◆ EXERCISE
Copy out each line in the material below that has the word "ConvergenceCheck".
-------------------------
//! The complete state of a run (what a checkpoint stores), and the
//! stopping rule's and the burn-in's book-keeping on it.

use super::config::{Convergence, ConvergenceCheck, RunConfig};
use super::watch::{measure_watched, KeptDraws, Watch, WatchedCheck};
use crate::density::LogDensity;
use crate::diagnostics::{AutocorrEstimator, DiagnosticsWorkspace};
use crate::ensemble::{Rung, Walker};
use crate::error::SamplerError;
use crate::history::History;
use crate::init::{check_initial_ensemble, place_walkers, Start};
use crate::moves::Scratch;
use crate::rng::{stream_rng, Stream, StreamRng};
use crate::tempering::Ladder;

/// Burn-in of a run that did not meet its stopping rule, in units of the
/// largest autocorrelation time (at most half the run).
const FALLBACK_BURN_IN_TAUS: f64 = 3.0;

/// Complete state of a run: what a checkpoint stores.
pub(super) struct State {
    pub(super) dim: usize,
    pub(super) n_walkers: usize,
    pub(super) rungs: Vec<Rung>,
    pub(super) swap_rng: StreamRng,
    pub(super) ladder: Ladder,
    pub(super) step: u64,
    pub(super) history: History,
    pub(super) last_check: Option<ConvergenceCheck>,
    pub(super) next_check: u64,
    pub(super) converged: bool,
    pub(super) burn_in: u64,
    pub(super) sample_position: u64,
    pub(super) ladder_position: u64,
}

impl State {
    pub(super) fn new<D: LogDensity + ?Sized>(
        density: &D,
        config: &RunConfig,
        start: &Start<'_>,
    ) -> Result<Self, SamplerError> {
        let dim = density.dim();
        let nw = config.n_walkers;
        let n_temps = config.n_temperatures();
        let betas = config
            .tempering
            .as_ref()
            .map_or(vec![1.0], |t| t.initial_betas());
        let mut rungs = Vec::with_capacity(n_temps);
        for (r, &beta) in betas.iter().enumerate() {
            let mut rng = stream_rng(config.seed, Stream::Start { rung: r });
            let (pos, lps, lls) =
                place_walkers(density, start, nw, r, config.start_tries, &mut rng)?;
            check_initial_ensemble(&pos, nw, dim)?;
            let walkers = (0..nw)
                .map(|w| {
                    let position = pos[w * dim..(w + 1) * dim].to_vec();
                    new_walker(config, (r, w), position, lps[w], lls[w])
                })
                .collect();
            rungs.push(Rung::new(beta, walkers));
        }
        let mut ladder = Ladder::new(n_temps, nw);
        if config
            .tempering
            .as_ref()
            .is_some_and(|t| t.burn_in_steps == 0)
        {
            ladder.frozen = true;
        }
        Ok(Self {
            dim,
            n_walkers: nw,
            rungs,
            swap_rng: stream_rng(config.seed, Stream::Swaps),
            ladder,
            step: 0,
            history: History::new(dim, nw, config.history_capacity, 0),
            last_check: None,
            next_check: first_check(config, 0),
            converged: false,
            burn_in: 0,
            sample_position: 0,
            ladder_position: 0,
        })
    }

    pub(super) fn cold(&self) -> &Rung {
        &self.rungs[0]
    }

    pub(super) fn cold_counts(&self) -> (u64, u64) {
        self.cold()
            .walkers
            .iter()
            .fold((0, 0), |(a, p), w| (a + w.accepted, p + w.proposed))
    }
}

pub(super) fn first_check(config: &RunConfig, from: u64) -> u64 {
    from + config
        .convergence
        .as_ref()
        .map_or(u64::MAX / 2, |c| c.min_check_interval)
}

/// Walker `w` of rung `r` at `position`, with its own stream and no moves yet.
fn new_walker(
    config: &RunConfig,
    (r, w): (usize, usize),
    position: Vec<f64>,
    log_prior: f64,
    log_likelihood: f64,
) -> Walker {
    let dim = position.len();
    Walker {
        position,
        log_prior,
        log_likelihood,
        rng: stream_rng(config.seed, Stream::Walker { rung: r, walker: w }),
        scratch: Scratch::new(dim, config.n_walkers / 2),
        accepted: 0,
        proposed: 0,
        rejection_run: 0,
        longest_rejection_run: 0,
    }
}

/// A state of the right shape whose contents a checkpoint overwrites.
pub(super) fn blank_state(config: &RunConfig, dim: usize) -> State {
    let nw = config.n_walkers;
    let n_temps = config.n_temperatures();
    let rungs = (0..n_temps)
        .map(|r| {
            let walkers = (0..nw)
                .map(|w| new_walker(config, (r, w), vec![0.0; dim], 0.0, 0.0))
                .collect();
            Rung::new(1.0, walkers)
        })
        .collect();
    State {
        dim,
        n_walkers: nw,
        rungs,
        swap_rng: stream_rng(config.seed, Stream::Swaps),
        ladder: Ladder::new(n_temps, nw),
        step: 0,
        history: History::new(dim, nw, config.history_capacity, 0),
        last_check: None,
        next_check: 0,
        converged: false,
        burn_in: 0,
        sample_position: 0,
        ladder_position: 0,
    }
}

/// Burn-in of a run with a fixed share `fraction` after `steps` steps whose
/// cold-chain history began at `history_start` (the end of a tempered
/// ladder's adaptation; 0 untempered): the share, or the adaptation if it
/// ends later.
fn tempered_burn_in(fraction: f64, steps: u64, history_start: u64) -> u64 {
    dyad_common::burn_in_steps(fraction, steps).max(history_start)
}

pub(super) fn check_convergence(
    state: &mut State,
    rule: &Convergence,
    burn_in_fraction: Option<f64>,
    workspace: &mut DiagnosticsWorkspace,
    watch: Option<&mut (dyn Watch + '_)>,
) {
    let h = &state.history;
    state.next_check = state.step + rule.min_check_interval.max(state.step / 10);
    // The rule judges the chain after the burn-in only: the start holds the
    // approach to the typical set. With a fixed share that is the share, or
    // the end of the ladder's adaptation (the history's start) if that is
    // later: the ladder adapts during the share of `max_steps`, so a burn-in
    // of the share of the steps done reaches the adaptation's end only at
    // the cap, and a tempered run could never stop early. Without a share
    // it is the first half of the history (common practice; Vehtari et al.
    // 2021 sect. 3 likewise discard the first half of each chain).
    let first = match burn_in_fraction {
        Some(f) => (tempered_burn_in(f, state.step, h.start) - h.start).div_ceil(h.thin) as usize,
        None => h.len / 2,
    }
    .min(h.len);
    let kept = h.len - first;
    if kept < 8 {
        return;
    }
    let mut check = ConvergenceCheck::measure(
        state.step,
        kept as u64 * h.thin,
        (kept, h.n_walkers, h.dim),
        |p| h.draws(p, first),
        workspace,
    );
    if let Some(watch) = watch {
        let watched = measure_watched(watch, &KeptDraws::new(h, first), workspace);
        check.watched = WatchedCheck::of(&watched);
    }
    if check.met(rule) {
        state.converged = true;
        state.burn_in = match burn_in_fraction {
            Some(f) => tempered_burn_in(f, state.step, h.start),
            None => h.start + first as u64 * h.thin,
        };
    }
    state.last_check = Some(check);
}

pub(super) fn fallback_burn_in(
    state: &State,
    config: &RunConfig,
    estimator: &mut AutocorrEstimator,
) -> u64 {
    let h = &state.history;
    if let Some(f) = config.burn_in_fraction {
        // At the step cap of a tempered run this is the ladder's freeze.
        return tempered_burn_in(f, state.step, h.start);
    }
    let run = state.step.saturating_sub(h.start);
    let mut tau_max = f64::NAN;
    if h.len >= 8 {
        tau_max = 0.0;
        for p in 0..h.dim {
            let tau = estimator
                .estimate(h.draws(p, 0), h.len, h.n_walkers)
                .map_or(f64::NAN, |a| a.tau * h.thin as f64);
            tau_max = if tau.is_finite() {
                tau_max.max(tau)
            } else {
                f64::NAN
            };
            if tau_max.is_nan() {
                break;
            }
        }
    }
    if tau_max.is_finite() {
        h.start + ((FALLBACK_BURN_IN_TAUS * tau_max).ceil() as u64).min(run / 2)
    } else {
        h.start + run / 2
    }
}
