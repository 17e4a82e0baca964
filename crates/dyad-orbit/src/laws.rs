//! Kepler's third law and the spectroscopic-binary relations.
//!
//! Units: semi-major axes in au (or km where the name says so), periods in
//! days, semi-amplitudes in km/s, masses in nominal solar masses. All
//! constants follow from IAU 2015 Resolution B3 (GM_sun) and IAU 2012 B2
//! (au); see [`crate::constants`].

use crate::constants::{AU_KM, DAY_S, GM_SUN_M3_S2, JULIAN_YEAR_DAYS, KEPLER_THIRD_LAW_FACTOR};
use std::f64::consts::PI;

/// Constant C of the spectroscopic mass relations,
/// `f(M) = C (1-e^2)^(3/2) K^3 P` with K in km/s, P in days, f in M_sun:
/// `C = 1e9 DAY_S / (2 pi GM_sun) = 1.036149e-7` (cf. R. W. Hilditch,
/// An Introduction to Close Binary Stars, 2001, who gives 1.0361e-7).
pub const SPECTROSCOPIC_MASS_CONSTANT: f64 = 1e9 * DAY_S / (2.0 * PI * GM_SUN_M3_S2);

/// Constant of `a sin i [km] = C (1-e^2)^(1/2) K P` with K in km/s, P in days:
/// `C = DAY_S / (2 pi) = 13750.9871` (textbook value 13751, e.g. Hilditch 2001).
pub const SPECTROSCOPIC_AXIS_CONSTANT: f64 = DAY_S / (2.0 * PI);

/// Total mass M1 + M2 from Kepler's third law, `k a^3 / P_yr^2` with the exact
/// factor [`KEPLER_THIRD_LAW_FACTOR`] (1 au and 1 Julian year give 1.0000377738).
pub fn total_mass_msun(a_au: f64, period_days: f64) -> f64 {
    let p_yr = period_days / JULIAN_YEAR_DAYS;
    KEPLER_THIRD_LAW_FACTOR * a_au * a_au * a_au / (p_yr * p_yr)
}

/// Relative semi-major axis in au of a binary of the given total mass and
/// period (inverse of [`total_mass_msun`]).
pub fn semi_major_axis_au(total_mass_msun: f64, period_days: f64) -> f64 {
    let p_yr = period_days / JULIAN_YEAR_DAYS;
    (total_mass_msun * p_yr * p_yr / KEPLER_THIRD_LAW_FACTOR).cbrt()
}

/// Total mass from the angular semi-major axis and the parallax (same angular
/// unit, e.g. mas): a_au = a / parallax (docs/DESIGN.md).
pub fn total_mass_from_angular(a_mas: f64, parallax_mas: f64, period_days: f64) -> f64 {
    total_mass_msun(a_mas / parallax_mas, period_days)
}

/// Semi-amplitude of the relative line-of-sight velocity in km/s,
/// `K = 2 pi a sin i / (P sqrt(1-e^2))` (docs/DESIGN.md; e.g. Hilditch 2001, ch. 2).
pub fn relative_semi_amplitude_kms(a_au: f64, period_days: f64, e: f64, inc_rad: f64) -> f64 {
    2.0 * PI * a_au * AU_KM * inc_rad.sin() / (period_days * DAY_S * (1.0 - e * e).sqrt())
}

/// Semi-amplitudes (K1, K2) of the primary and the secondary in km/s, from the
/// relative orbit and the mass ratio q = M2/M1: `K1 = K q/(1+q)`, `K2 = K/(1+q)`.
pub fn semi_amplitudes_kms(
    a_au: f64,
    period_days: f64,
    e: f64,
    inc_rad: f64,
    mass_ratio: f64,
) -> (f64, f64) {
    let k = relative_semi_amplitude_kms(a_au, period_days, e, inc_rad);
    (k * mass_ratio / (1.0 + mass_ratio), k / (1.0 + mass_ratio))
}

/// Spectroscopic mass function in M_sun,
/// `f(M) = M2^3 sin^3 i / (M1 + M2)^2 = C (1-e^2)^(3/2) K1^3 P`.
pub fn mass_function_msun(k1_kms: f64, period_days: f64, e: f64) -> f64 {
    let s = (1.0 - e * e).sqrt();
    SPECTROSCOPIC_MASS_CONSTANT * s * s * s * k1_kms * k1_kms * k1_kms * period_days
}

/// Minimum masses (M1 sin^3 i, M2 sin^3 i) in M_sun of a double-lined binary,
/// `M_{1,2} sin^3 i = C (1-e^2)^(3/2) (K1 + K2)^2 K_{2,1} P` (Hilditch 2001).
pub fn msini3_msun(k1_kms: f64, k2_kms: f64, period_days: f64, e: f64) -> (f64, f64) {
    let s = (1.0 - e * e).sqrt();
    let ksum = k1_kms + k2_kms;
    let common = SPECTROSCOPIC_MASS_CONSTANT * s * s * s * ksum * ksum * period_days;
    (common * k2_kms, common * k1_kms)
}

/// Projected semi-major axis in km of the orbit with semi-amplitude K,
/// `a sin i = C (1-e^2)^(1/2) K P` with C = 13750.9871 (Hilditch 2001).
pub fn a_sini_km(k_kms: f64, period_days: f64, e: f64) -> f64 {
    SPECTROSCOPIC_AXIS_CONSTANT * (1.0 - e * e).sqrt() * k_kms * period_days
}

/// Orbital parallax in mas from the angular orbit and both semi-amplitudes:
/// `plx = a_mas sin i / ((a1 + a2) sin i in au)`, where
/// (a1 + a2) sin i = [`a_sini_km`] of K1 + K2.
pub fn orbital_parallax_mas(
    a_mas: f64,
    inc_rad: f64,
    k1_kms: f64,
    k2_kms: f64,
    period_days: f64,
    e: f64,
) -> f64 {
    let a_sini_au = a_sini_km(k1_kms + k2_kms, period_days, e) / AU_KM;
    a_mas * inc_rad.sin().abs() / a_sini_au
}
-------------------------
◆ FINISHED EXERCISE
use super::config::{Convergence, ConvergenceCheck, RunConfig};
    pub(super) last_check: Option<ConvergenceCheck>,
    let mut check = ConvergenceCheck::measure(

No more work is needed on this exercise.